InvanaBot

A spider cum data aggregation framework that can transform Websites, Feeds, APIs into Datasets with Crawl, Transform and Index strategy; with configurations instead of code.

The framework comes with standard extractors that comes handy for most of the usecases. And gives you a way to write your own extraction strategy. The framework comes with integrations to MongoDB and Elasticsearch by default, allowing you to save your data into your preferred database.

Some reasons you might want to use InvanaBot:

Architecture

InvanaBot strategy relies on Crawl + Transform + Index Strategy, allowing user to traverse between multiple domains using just configuration..

Requirements

Built with Python 3.6.x, So python 2.7.x is not supported. While the support might expand to more versions of Python 3x in near future. We are not planning on supporting 2.7 as it is reaching its end of life soon.

Installation

Install using pip...

pip install invana-bot

...or clone the project from github.

pip install git+https://github.com/invanalabs/invana-bot#egg=invana_bot

Quickstart

Can't wait to get started?
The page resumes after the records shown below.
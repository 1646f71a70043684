import type { Point } from '../../../lib/analysis/types';

/** A shown layer as the read-out needs it: its size and where its stored values are. */
export interface ReadoutLayer {
  layer: string;
  /** Name in the read-out (a channel's marker). */
  name: string;
  widthPx: number;
  heightPx: number;
  /** Full pixels per value of the block-averaged read-out, and the read-out's width (0: no read-out). */
  valuesFactor: number;
  valuesWidth: number;
}

/**
 * The text under the viewer for the pointer at an image pixel: the position in µm and in pixels, and each shown
 * layer's stored value there (height in nm, channels in counts), from the downsampled read-outs.
 *
 * @param p - image pixel under the pointer ((0, 0) = centre of the top-left pixel)
 * @param layers - the shown layers; the first gives the image size
 * @param values - read-outs loaded so far, by layer (a layer without one shows no value)
 * @param pixelNm - pixel size of the shown image (nm)
 */
export function readoutText(p: Point, layers: readonly ReadoutLayer[], values: Readonly<Record<string, Float32Array>>, pixelNm: number): string {
  const first = layers[0];
  const { x, y } = p;
  // pixel i covers [i − 0.5, i + 0.5)
  if (!first || x < -0.5 || y < -0.5 || x >= first.widthPx - 0.5 || y >= first.heightPx - 0.5) return 'Outside the image';
  const pos = `x ${((x * pixelNm) / 1000).toFixed(3)} µm, y ${((y * pixelNm) / 1000).toFixed(3)} µm (pixel ${Math.round(x)}, ${Math.round(y)})`;
  const parts = layers.flatMap((l) => {
    const vals = values[l.layer];
    if (!vals || !l.valuesWidth) return [];
    const val = vals[Math.floor(Math.round(y) / l.valuesFactor) * l.valuesWidth + Math.floor(Math.round(x) / l.valuesFactor)];
    if (val === undefined) return [];
    return [l.layer === 'height' ? `height ${val.toFixed(2)} nm` : `${l.name} ${Math.round(val)} counts`];
  });
  return [pos, ...parts].join(' · ');
}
The quickstart guide is the fastest way to setup a spider up and running.

Support

For priority support please sign up for a professional or premium sponsorship plan. Get in touch with us at sales@invanalabs.ai

For updates on InvanaBot, you may also want to follow the #InvanaBot or @InvanaLabs on Twitter.

License

Copyright © 2016-present, Invana Technology Solutions Pvt Ltd. All rights reserved.

Redistribution and use in source and binary forms, with or without modification, are permitted provided that the following conditions are met:

Redistributions of source code must retain the above copyright notice, this list of conditions and the following disclaimer.

Redistributions in binary form must reproduce the above copyright notice, this list of conditions and the following disclaimer in the documentation and/or other materials provided with the distribution.

Neither the name of the copyright holder nor the names of its contributors may be used to endorse or promote products derived from this software without specific prior written permission.

THIS SOFTWARE IS PROVIDED BY THE COPYRIGHT HOLDERS AND CONTRIBUTORS "AS IS" AND ANY EXPRESS OR IMPLIED WARRANTIES, INCLUDING, BUT NOT LIMITED TO, THE IMPLIED WARRANTIES OF MERCHANTABILITY AND FITNESS FOR A PARTICULAR PURPOSE ARE DISCLAIMED. IN NO EVENT SHALL THE COPYRIGHT HOLDER OR CONTRIBUTORS BE LIABLE FOR ANY DIRECT, INDIRECT, INCIDENTAL, SPECIAL, EXEMPLARY, OR CONSEQUENTIAL DAMAGES (INCLUDING, BUT NOT LIMITED TO, PROCUREMENT OF SUBSTITUTE GOODS OR SERVICES; LOSS OF USE, DATA, OR PROFITS; OR BUSINESS INTERRUPTION) HOWEVER CAUSED AND ON ANY THEORY OF LIABILITY, WHETHER IN CONTRACT, STRICT LIABILITY, OR TORT (INCLUDING NEGLIGENCE OR OTHERWISE) ARISING IN ANY WAY OUT OF THE USE OF THIS SOFTWARE, EVEN IF ADVISED OF THE POSSIBILITY OF SUCH DAMAGE.